Exactly those lines from the one with "const data = Buffer.from(JSON.stringify(batch));" through the end of the listing below must be returned, and nothing else.

%%

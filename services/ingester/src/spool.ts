import {
  closeSync,
  fsyncSync,
  mkdirSync,
  openSync,
  readFileSync,
  readdirSync,
  renameSync,
  statSync,
  unlinkSync,
  writeSync,
} from 'node:fs';
import { join } from 'node:path';
import type { Sample } from '@thermargin/shared';
import type { DeadLetter, FrameTally } from '@thermargin/store';

/** What the spool keeps: one store write that could not happen yet. */
export interface SpoolBatch {
  samples: Sample[];
  letters: DeadLetter[];
  /** Absent in segments spooled before frames were taken. */
  tallies?: FrameTally[];
}

/**
 * A disk queue of batches, one file per batch named by a sequence number, drained oldest first. A batch
 * is written to a temp name, fsynced and renamed, so after a crash a segment is either whole or absent;
 * that is what lets the ingester acknowledge a message once its batch is spooled.
 */
export class Spool {
  private readonly seqs: number[] = [];
  private readonly sizes = new Map<number, number>();
  private next = 0;
  bytes = 0;

  constructor(
    private readonly dir: string,
    /** bytes: above this, `append` refuses (the broker then holds the messages). */
    readonly max_bytes: number,
  ) {
    mkdirSync(dir, { recursive: true });
    for (const name of readdirSync(dir)) {
      const m = /^(\d{12})\.json$/.exec(name);
      if (!m) {
        if (name.endsWith('.tmp')) unlinkSync(join(dir, name)); // a write cut short by a crash: never acked
        continue;
      }
      const seq = Number(m[1]);
      this.seqs.push(seq);
      this.track(seq, statSync(join(dir, name)).size);
    }
    this.seqs.sort((a, b) => a - b);
    this.next = (this.seqs.at(-1) ?? -1) + 1;
  }

  get segments(): number {
    return this.seqs.length;
  }

  get full(): boolean {
    return this.bytes >= this.max_bytes;
  }

  /** Durably appends a batch; false (nothing written) when the spool is full. */
  append(batch: SpoolBatch): boolean {
    if (this.full) return false;
    const seq = this.next++;
    const data = Buffer.from(JSON.stringify(batch));
    const tmp = join(this.dir, `${this.name(seq)}.tmp`);
    const fd = openSync(tmp, 'w');
    try {
      writeSync(fd, data);
      fsyncSync(fd);
    } finally {
      closeSync(fd);
    }
    renameSync(tmp, join(this.dir, this.name(seq)));
    this.seqs.push(seq);
    this.track(seq, data.length);
    return true;
  }

  /** The oldest batch, or undefined when the spool is empty. */
  peek(): SpoolBatch | undefined {
    const seq = this.seqs[0];
    if (seq === undefined) return undefined;
    return JSON.parse(readFileSync(join(this.dir, this.name(seq)), 'utf8')) as SpoolBatch;
  }

  /** Removes the oldest batch (after the store took it). */
  shift(): void {
    const seq = this.seqs.shift();
    if (seq === undefined) return;
    unlinkSync(join(this.dir, this.name(seq)));
    this.bytes -= this.sizes.get(seq) ?? 0;
    this.sizes.delete(seq);
  }

  private track(seq: number, size: number): void {
    this.sizes.set(seq, size);
    this.bytes += size;
  }

  private name(seq: number): string {
    return `${String(seq).padStart(12, '0')}.json`;
  }
}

%%

Task output:
    const data = Buffer.from(JSON.stringify(batch));
    const tmp = join(this.dir, `${this.name(seq)}.tmp`);
    const fd = openSync(tmp, 'w');
    try {
      writeSync(fd, data);
      fsyncSync(fd);
    } finally {
      closeSync(fd);
    }
    renameSync(tmp, join(this.dir, this.name(seq)));
    this.seqs.push(seq);
    this.track(seq, data.length);
    return true;
  }

  /** The oldest batch, or undefined when the spool is empty. */
  peek(): SpoolBatch | undefined {
    const seq = this.seqs[0];
    if (seq === undefined) return undefined;
    return JSON.parse(readFileSync(join(this.dir, this.name(seq)), 'utf8')) as SpoolBatch;
  }

  /** Removes the oldest batch (after the store took it). */
  shift(): void {
    const seq = this.seqs.shift();
    if (seq === undefined) return;
    unlinkSync(join(this.dir, this.name(seq)));
    this.bytes -= this.sizes.get(seq) ?? 0;
    this.sizes.delete(seq);
  }

  private track(seq: number, size: number): void {
    this.sizes.set(seq, size);
    this.bytes += size;
  }

  private name(seq: number): string {
    return `${String(seq).padStart(12, '0')}.json`;
  }
}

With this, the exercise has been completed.